Keep an eye on her, wit tiny dogs like her you have to be more careful, a toy dog can dehydrate very fast even in a few hours.

Months ago when my toy poodle had coccidia, he showed the first symptoms at night he was vomiting and had bloody diarrhea, were I live (Honduras) the vets aren't open the 24 hours (not even for emergencies) ,and my boy was dehydrating very fast so I took a syringe (witout the needle) and filled it wit gatoraid mixed wit a bit of water and gave him into his mouth I did this like 4 times, this helped him to hold until the vet was open in the next morning and the vet put him an I.V.


----------



## nickiklaus (Dec 10, 2011)

How can i tell if shes dehydrated? She is drinking water


----------



## Sapphire-Light (Aug 8, 2010)

nickiklaus said:


> How can i tell if shes dehydrated? She is drinking water


If she continues vomiting over and over again, then she has a risk of getting dehydrate since the body is not able to hold the water.

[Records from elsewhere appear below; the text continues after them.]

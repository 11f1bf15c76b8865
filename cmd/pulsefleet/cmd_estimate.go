package main

import (
	"bufio"
	"context"
	"encoding/csv"
	"errors"
	"fmt"
	"github.com/pulsefleet/pulsefleet/internal/caution"
	"io"
	"math"
	"os"
	"path/filepath"
	"strconv"
	"strings"
	"time"

	"github.com/pulsefleet/pulsefleet/estimator"
	"github.com/pulsefleet/pulsefleet/internal/progress"
)

const estimateSummary = `Estimate SpO2, pulse rate, perfusion index and signal quality, one row per
second, from a CSV recording of raw two-channel PPG (one row per sample).
Input: a header row with columns red and ir (or those named by --red-col and
--ir-col), optionally t_s and an ambient column; other columns are ignored.
Output: t_s,spo2_pct,pulse_bpm,pi_pct,sqi,ratio (plus flags with --flags); an
empty cell where no valid value exists. A partial last second is not written.
pi_pct is the second (ir) channel's AC/DC x 100; ratio is the ratio of ratios.`

// estimateOptions are the flags of 'estimate'.
type estimateOptions struct {
	rate                      float64
	redCol, irCol, ambientCol string
	calibration               string
	redNM, irNM               float64
	adcBits                   int
	window                    string
	ratio                     string
	in, out                   string
	flags                     bool
}

func init() {
	register(command{name: "estimate", summary: estimateSummary, run: runEstimateCmd})
}

func runEstimateCmd(ctx context.Context, args []string, s stdio) error {
	fs := newFlagSet("estimate", "[--rate HZ] [--red-col NAME --ir-col NAME] [--calibration NAME|FILE] [--in FILE] [--out FILE]", s.err)
	var o estimateOptions
	fs.Float64Var(&o.rate, "rate", 0, fmt.Sprintf("sample rate, Hz (%v..%v); required unless the input has a t_s column to infer it from", estimator.MinSampleRateHz, estimator.MaxSampleRateHz))
	fs.StringVar(&o.redCol, "red-col", "red", "column of the first channel (red, or the longer wavelength of another pair)")
	fs.StringVar(&o.irCol, "ir-col", "ir", "column of the second channel (infrared); beats are found on it and pi_pct is its AC/DC")
	fs.StringVar(&o.ambientCol, "ambient-col", "", "column of ambient light to subtract from both channels (optional)")
	fs.StringVar(&o.calibration, "calibration", calibrationEmpirical, "empirical (110 - 25 R), beer-lambert (model at --red-nm/--ir-nm), or a curve file from 'calibrate'")
	fs.Float64Var(&o.redNM, "red-nm", 660, "first channel's wavelength, nm (used by beer-lambert; table covers 650..950)")
	fs.Float64Var(&o.irNM, "ir-nm", 940, "second channel's wavelength, nm (used by beer-lambert)")
	fs.IntVar(&o.adcBits, "adc-bits", estimator.ADCBitsAuto, adcBitsUsage)
	fs.StringVar(&o.window, "window", "", fmt.Sprintf("averaging window, seconds or a duration such as 8s (%v..%v s; default %v s)", estimator.MinAveragingS, estimator.MaxAveragingS, estimator.DefaultAveragingS))
	fs.StringVar(&o.ratio, "ratio", string(estimator.RatioBeatSlope), "ratio method: slope (regression slope of the channels over each beat), derivative (of their first differences) or spectral (at the pulse frequency)")
	fs.StringVar(&o.in, "in", "-", "input CSV; - for standard input")
	fs.StringVar(&o.out, "out", "-", "output CSV; - for standard output")
	fs.BoolVar(&o.flags, "flags", false, "append a flags column saying why values were withheld (no_pulse|sensor_off|clipping|motion|low_resolution)")
	if err := parseFlags(fs, args); err != nil {
		return err
	}
	return runEstimate(ctx, o, s)
}

// runEstimate validates the options, then streams input to output.
func runEstimate(ctx context.Context, o estimateOptions, s stdio) error {
	window, err := parseWindow(o.window)
	if err != nil {
		return err
	}
	if o.rate != 0 {
		if err := checkRate(o.rate, "--rate"); err != nil {
			return err
		}
	}
	if err := checkADCBits(o.adcBits); err != nil {
		return err
	}
	if o.redCol == "" || o.irCol == "" || o.redCol == o.irCol {
		return usagef("--red-col %q and --ir-col %q: want two different column names", o.redCol, o.irCol)
	}
	cal, err := resolveCalibration(o.calibration, o.redNM, o.irNM)
	if err != nil {
		return usageError{err.Error()}
	}
	if _, err := parseRatio(o.ratio); err != nil {
		return err
	}

	in := s.in
	var size int64
	if o.in != "-" {
		f, err := os.Open(o.in)
		if err != nil {
			return fmt.Errorf("--in: %w", err)
		}
		defer f.Close()
		in = f
		if fi, err := f.Stat(); err == nil {
			size = fi.Size()
		}
	}
	name := o.in
	if name == "-" {
		name = "standard input"
	}

	out, commit, err := openOutput(o.out, s.out)
	if err != nil {
		return err
	}
	defer commit(false)
	w := bufio.NewWriterSize(out, 64<<10)
	e := &estimateRun{opts: o, cal: cal, window: window, name: name, w: w, progress: progressWriter(s.err, size), warn: s.err}
	if err := e.run(ctx, in); err != nil {
		return err
	}
	e.warnWithheld()
	if err := w.Flush(); err != nil {
		return fmt.Errorf("write output: %w", err)
	}
	return commit(true)
}

func checkRate(r float64, what string) error {
	if math.IsNaN(r) || r < estimator.MinSampleRateHz || r > estimator.MaxSampleRateHz {
		return usagef("%s: %v Hz, want %v..%v Hz", what, r, estimator.MinSampleRateHz, estimator.MaxSampleRateHz)
	}
	return nil
}

// parseWindow accepts seconds ("8", "7.5") or a duration ("8s", "1m"); ""
// is the default.
func parseWindow(v string) (float64, error) {
	if v == "" {
		return 0, nil
	}
	sec, err := strconv.ParseFloat(v, 64)
	if err != nil {
		d, derr := time.ParseDuration(v)
		if derr != nil {
			return 0, usagef("--window: %q, want seconds or a duration such as 8s", v)
		}
		sec = d.Seconds()
	}
	if math.IsNaN(sec) || sec < estimator.MinAveragingS || sec > estimator.MaxAveragingS {
		return 0, usagef("--window: %v s, want %v..%v s", sec, estimator.MinAveragingS, estimator.MaxAveragingS)
	}
	return sec, nil
}

// openOutput returns the writer for --out and a commit function: with a
// file, output goes to a temporary file beside it that commit(true) renames
// into place, so a failed run leaves no half-written file; commit(false)
// discards it.
func openOutput(path string, stdout io.Writer) (io.Writer, func(ok bool) error, error) {
	if path == "-" {
		return stdout, func(bool) error { return nil }, nil
	}
	f, err := os.CreateTemp(filepath.Dir(path), "."+filepath.Base(path)+".*.tmp")
	if err != nil {
		return nil, nil, fmt.Errorf("--out: %w", err)
	}
	done := false
	return f, func(ok bool) error {
		if done {
			return nil
		}
		done = true
		if !ok {
			f.Close()
			os.Remove(f.Name())
			return nil
		}
		if err := f.Close(); err != nil {
			os.Remove(f.Name())
			return fmt.Errorf("--out: %w", err)
		}
		if err := os.Rename(f.Name(), path); err != nil {
			os.Remove(f.Name())
			return fmt.Errorf("--out: %w", err)
		}
		return nil
	}, nil
}

// estimateRun is one pass over an input.
type estimateRun struct {
	opts     estimateOptions
	cal      estimator.Calibration
	window   float64
	name     string // input, for messages
	w        *bufio.Writer
	progress func(seconds int64, done bool)
	warn     io.Writer // notes and warnings (standard error)

	seconds, withheld int64                          // seconds written, and those without SpO2
	flagSeconds       [len(estimatorFlagNames)]int64 // withheld seconds per flag

	st           *estimator.Stream
	t0           float64
	red, ir, amb []float64
	est          []estimator.Estimate
	line         []byte
}

// inferRows is how many rows are read to infer the rate from t_s.
const inferRows = 256

func (e *estimateRun) run(ctx context.Context, in io.Reader) error {
	r := csv.NewReader(bufio.NewReaderSize(in, 256<<10))
	r.ReuseRecord = true
	r.Comment = '#' // the caution line atop pulsefleet's own CSV files
	c, err := e.readHeader(r)
	if err != nil {
		return err
	}

	const chunk = 512
	e.red = make([]float64, 0, chunk)
	e.ir = make([]float64, 0, chunk)
	if c.amb >= 0 {
		e.amb = make([]float64, 0, chunk)
	}
	e.est = make([]estimator.Estimate, 0, 16)

	// Rows are buffered until the rate is known (from --rate, or from the
	// first inferRows t_s values).
	var pendingT []float64
	rate := e.opts.rate
	lineNo := 1
	first := true
	for {
		if lineNo%4096 == 0 {
			if err := ctx.Err(); err != nil {
				return err
			}
		}
		rec, err := r.Read()
		if err == io.EOF {
			break
		}
		if err != nil {
			return e.csvError(err)
		}
		lineNo, _ = r.FieldPos(0)
		rv, iv, av, tv, err := e.row(rec, c, lineNo)
		if err != nil {
			return err
		}
		if c.amb >= 0 {
			e.amb = append(e.amb, av)
		}
		if c.t >= 0 {
			if first {
				e.t0 = tv
			}
			if rate == 0 {
				pendingT = append(pendingT, tv)
			}
		}
		first = false
		e.red = append(e.red, rv)
		e.ir = append(e.ir, iv)
		if rate == 0 && len(pendingT) >= inferRows {
			if rate, err = inferRate(pendingT, lineNo); err != nil {
				return err
			}
		}
		// Start once a chunk is buffered, so the resolution check under
		// --adc-bits auto sees more than the first row.
		if rate != 0 && e.st == nil && len(e.red) >= chunk {
			if err := e.start(rate); err != nil {
				return err
			}
		}
		if e.st != nil && len(e.red) >= chunk {
			if err := e.flush(); err != nil {
				return err
			}
		}
	}
	if first {
		return e.writeHeader() // no samples: no seconds
	}
	return e.finish(rate, pendingT, lineNo)
}

// estimateColumns are the indices of the input columns 'estimate' reads;
// amb and t are -1 when the input has none.
type estimateColumns struct {
	header          []string
	red, ir, amb, t int
}

// readHeader reads the header row and finds the columns the options name.
func (e *estimateRun) readHeader(r *csv.Reader) (estimateColumns, error) {
	var c estimateColumns
	header, err := r.Read()
	if err == io.EOF {
		return c, fmt.Errorf("%s: empty input, want a header row with columns %s and %s", e.name, e.opts.redCol, e.opts.irCol)
	}
	if err != nil {
		return c, e.csvError(err)
	}
	header = append([]string(nil), header...) // ReuseRecord: keep our own copy
	c.header = header
	col := map[string]int{}
	for i, h := range header {
		h = strings.TrimSpace(strings.TrimPrefix(h, "\ufeff"))
		if _, dup := col[h]; !dup {
			col[h] = i
		}
	}
	need := func(name, flag string) (int, error) {
		i, ok := col[name]
		if !ok {
			return 0, fmt.Errorf("%s line 1: no column %q (%s); the header has %s", e.name, name, flag, strings.Join(header, ","))
		}
		return i, nil
	}
	if c.red, err = need(e.opts.redCol, "--red-col"); err != nil {
		return c, err
	}
	if c.ir, err = need(e.opts.irCol, "--ir-col"); err != nil {
		return c, err
	}
	c.amb = -1
	if e.opts.ambientCol != "" {
		if c.amb, err = need(e.opts.ambientCol, "--ambient-col"); err != nil {
			return c, err
		}
	}
	tI, hasT := col["t_s"]
	if !hasT {
		tI = -1
	}
	c.t = tI
	if e.opts.rate == 0 && !hasT {
		return c, usagef("--rate: required when the input has no t_s column")
	}
	return c, nil
}

// row reads one sample's fields: red, ir, and ambient and t_s when the
// input has those columns (else 0).
func (e *estimateRun) row(rec []string, c estimateColumns, lineNo int) (red, ir, amb, t float64, err error) {
	if red, err = e.number(rec, c.red, lineNo, c.header); err != nil {
		return
	}
	if ir, err = e.number(rec, c.ir, lineNo, c.header); err != nil {
		return
	}
	if c.amb >= 0 {
		if amb, err = e.number(rec, c.amb, lineNo, c.header); err != nil {
			return
		}
	}
	if c.t >= 0 {
		t, err = e.number(rec, c.t, lineNo, c.header)
	}
	return
}

// finish handles the end of the input: infers the rate if still unknown,
// starts the stream if a chunk never filled, and writes the last seconds.
func (e *estimateRun) finish(rate float64, pendingT []float64, lineNo int) error {
	var err error
	if rate == 0 {
		if rate, err = inferRate(pendingT, lineNo); err != nil {
			return err
		}
	}
	if e.st == nil {
		if err := e.start(rate); err != nil {
			return err
		}
	}
	if err := e.flush(); err != nil {
		return err
	}
	e.progress(-1, true)
	return nil
}

// start creates the stream and writes the header.
func (e *estimateRun) start(rate float64) error {
	if e.opts.rate == 0 && checkRate(rate, "") != nil {
		return fmt.Errorf("%s: sample rate inferred from t_s is %v Hz, want %v..%v Hz (set --rate to override)",
			e.name, rate, estimator.MinSampleRateHz, estimator.MaxSampleRateHz)
	}
	bits := e.resolveADCBits()
	st, err := estimator.New(estimator.Config{SampleRateHz: rate, ADCBits: bits, Calibration: e.cal, AveragingS: e.window, Ratio: estimator.RatioMethod(e.opts.ratio)})
	if err != nil {
		return err
	}
	e.st = st
	return e.writeHeader()
}

// writeHeader writes the output header (the CSV contract, plus flags on
// request).
func (e *estimateRun) writeHeader() error {
	hdr := "t_s,spo2_pct,pulse_bpm,pi_pct,sqi,ratio"
	if e.opts.flags {
		hdr += ",flags"
	}
	_, err := e.w.WriteString(caution.Comment + hdr + "\n")
	return err
}

// flush pushes the buffered samples and writes the completed seconds.
func (e *estimateRun) flush() error {
	var amb []float64
	if e.amb != nil {
		amb = e.amb
	}
	e.est = e.st.Push(e.red, e.ir, amb, e.est[:0])
	e.red, e.ir = e.red[:0], e.ir[:0]
	if e.amb != nil {
		e.amb = e.amb[:0]
	}
	for _, x := range e.est {
		e.count(x)
		b := e.line[:0]
		b = strconv.AppendFloat(b, e.t0+float64(x.Second), 'f', -1, 64)
		b = appendCell(b, x.SpO2Pct, 1)
		b = appendCell(b, x.PulseBPM, 1)
		b = appendCell(b, x.PIPct, 3)
		b = appendCell(b, x.SQI, 2)
		b = appendCell(b, x.Ratio, 4)
		if e.opts.flags {
			b = append(b, ',')
			b = append(b, x.Flags.String()...)
		}
		b = append(b, '\n')
		e.line = b
		if _, err := e.w.Write(b); err != nil {
			return fmt.Errorf("write output: %w", err)
		}
	}
	if n := len(e.est); n > 0 {
		e.progress(e.est[n-1].Second+1, false)
	}
	return nil
}

// appendCell appends ",value" with prec decimals, or "," alone for a
// withheld (NaN) value.
func appendCell(b []byte, v float64, prec int) []byte {
	b = append(b, ',')
	if math.IsNaN(v) || math.IsInf(v, 0) {
		return b
	}
	return strconv.AppendFloat(b, v, 'f', prec, 64)
}

func (e *estimateRun) number(rec []string, i, line int, header []string) (float64, error) {
	if i >= len(rec) {
		return 0, fmt.Errorf("%s line %d, column %q: missing", e.name, line, header[i])
	}
	s := strings.TrimSpace(rec[i])
	v, err := strconv.ParseFloat(s, 64)
	if err != nil || math.IsNaN(v) || math.IsInf(v, 0) {
		if s == "" {
			return 0, fmt.Errorf("%s line %d, column %q (field %d): empty, want a number (every row is one sample)", e.name, line, header[i], i+1)
		}
		return 0, fmt.Errorf("%s line %d, column %q (field %d): %q is not a finite number", e.name, line, header[i], i+1, s)
	}
	return v, nil
}

func (e *estimateRun) csvError(err error) error {
	var pe *csv.ParseError
	if errors.As(err, &pe) {
		return fmt.Errorf("%s line %d, column %d: %v", e.name, pe.Line, pe.Column, pe.Err)
	}
	return fmt.Errorf("read %s: %w", e.name, err)
}

// inferRate estimates the sample rate from t_s values: samples per second
// over the span, rounded to 0.01 Hz. t_s must increase.
func inferRate(t []float64, line int) (float64, error) {
	if len(t) < 2 {
		return 0, usagef("--rate: required (the input has too few t_s values to infer it)")
	}
	for i := 1; i < len(t); i++ {
		if !(t[i] > t[i-1]) {
			return 0, fmt.Errorf("t_s does not increase within the first %d rows (%v then %v); set --rate", len(t), t[i-1], t[i])
		}
	}
	r := float64(len(t)-1) / (t[len(t)-1] - t[0])
	return math.Round(r*100) / 100, nil
}

// progressWriter reports progress on w when it is a terminal and the input
// is large (over 20 MB), at most once a second; otherwise it does nothing.
func progressWriter(w io.Writer, size int64) func(seconds int64, done bool) {
	line := progress.New(w, time.Second)
	if !line.Terminal() || size < 20<<20 {
		return func(int64, bool) {}
	}
	return func(seconds int64, done bool) {
		if done {
			line.End("")
			return
		}
		line.Draw("estimate: %d s of signal done", seconds)
	}
}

See this links wit more info on the subjet Dehydrated Dog Symptoms and Remedies - VetInfo

http://www.vetinfo.com/symptoms-canine-dehydration.html


----------



## nickiklaus (Dec 10, 2011)

so she just pooped diarrhea but it was like dark blood jelly  but she seems better, she is running around playing ect
and i know why she vomited this morning, yesterday she ate puppy pee pads (she has never done this before) and i thought she just tore it up but apprently she ate some because i looked at her vomit and there were pieces of it in there
Yes so the pee pad is definitely what caused this i think because she was cured from the leaves she ate yesterday ( i do not know why she keeps eating weird things she has NEVER done this before) and the pee pad is what she is suffering from now..i really really hope it is not a blockage and she got it out with the vomit and diarrhea... we will see at the vet tomorrow i guess...


----------



## _unoriginal (Apr 8, 2012)

I agree that you should get to the vet. Many dogs won't act lethargic when they aren't feeling well and unfortunately it can make us, the owners, feel better as though nothing is wrong. If your dog is exhibiting behavior of eating things that she didn't eat it the past, she might be doing it to make herself vomit (the way dogs will eat grass to vomit). With multi-colored vomit and dark red jelly-like stool, I'd be on the way to the vet ASAP.

My mother's dog had the dark red jelly-like stool and it turned out to be acute pancreatitis. He's a 70# adult. You have a small dog, I think you need to look into getting to the vet sooner, rather than later, if you haven't already.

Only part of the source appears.